T07 Prediction of the ASR quality by analysis of the sound environment
Automatic Speech Recognition (ASR) systems automatically convert the speech contained in an audio signal into text. However, the quality of the resulting text is highly dependent on many factors, such as the context of the recording, the speakers and the subject. In our work, we tried to predict the word error rate (WER) of automatic transcriptions before the speech is converted into text by an ASR system.
Among the various factors degrading the performance of ASR systems, which can be analysed a priori, we studied the sound environment to design this prediction before decoding. Our approach consists of two steps. The first step is to extract signal parameters that are sufficiently correlated with the WER. The second step is to learn the relationship between these parameters and the WER by a supervised regression using a multilayer perceptron.
To analyse speech in noise, we differentiated three types of signal perturbation due to the sound environment: ambient noise (additive and stationary noise), signal superposition (with speech and music) and reverberation. For ambient noise, we designed a new parameter extraction method that consists in extracting statistics on noise and speech, after a separation by a binary mask. For signal superposition, we designed new parameters exploiting the tracking of partials extraction in the spectrogram. Concerning the reverberation, we designed a new parameter, named Excitation Behaviour, which exploits the residuals of the linear prediction. The efficiency of our parameters has been compared with state-of-the-art methods: we obtain a better prediction of the WER, i.e. of the quality of the automatic transcription before decoding.

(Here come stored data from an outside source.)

// SPDX-License-Identifier: MIT
// Pieces shared by the subcommands: loading and selecting species, temperature lists.
#pragma once

#include <string>
#include <vector>

#include <CLI/CLI.hpp>

#include "report/table_writer.h"
#include "mechanism/regenerate.h"
#include "species/species.h"

namespace sevenfold::cli {

// The positions in `available` of the names in `requested`, in the order requested (repeats
// kept once); all positions in order when `requested` is empty. `what` names the source in
// messages ("the given species files", "ENTRIES"). Throws Error for a name not in `available`,
// listing the close matches (same letters but for case, or at most two edits away).
std::vector<std::size_t> SelectByName(const std::vector<std::string>& available,
                                      const std::vector<std::string>& requested,
                                      const std::string& what);

// Reads the species files (on num_jobs threads: 0 means the machine's hardware threads) and keeps
// those named in `names` in that order (all, in file order, when empty); see SelectByName.
std::vector<Species> LoadSpecies(const std::vector<std::string>& files,
                                 const std::vector<std::string>& names, int num_jobs = 1);

// A number given on the command line: a plain decimal literal (std::from_chars: no leading
// space or "+", no hexadecimal, no "nan"/"inf"), finite. Throws Error "OPTION TEXT: expected
// EXPECTED" otherwise.
double ParseNumberOption(const std::string& option, const std::string& text,
                         const std::string& expected);

// Temperature selection shared by `table` and `eval`: --at, or --from/--to/--step, or nothing
// (then the default grid of each species). The option texts are kept as given and checked by
// Resolve, so that every bad value gets the same "error:" message and exit 2.
struct TemperatureChoice {
  std::vector<std::string> at_text;
  std::string from_text, to_text, step_text;

  // Which temperatures a command accepts: the exact engine's range (table), or any T > 0 at
  // which a polynomial can be evaluated (eval).
  enum class Limit { kEngineRange, kPositive };
  // Parses and checks the texts. Throws Error naming the option, the value and the rule.
  void Resolve(Limit limit);

  // The temperatures to use for a species whose range is [low_k, high_k] (after Resolve).
  std::vector<double> For(double low_k, double high_k) const;

 private:
  std::vector<double> at_k_;
  double from_k_ = 0.0, to_k_ = 0.0, step_k_ = 0.0;  // step_k_ > 0 when --from/--to/--step given
};

// Adds --at / --from / --to / --step bound to `choice`, and --format bound to `format`.
void AddTemperatureOptions(CLI::App& command, TemperatureChoice& choice);
void AddFormatOption(CLI::App& command, TableFormat& format);

// Adds --mid: "auto", a temperature in K, or absent (each species' own setting).
void AddMidOption(CLI::App& command, std::string& mid);
// Adds --jobs N (default: the machine's hardware threads).
void AddJobsOption(CLI::App& command, int& num_jobs);
// Adds --objective (minimax|least-squares) and --extrapolation-guard (off|FACTOR:BAND); both
// absent means each species' own setting (docs/fitting.md).
void AddObjectiveOptions(CLI::App& command, std::string& objective, std::string& guard);
// Turns --mid, --objective, --extrapolation-guard and --jobs into regeneration options. Throws
// Error for a malformed value.
RegenerateOptions MakeRegenerateOptions(const std::string& mid, const std::string& objective,
                                        const std::string& guard, int num_jobs);

// Prints each fit that misses its thresholds, or whose extrapolation leaves the sane band, on
// stderr naming the species and its file location. Returns 1 when a fit misses its thresholds
// and !allow_poor_fits, else 0.
int ReportPoorFits(const std::vector<SpeciesFit>& results, bool allow_poor_fits);

}  // namespace sevenfold::cli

The different works presented are then tested in an industrial context: on a corpus of real data from the company Authôt. Our a priori prediction obtains excellent results: an average error of 5.26, omitting the case of regional accents (which are not currently processed by our method). Our method is reliable enough to inform a user as soon as possible about the quality of the automatic transcription of his speech recording. These results can also be used to estimate the time needed to correct automatic transcriptions.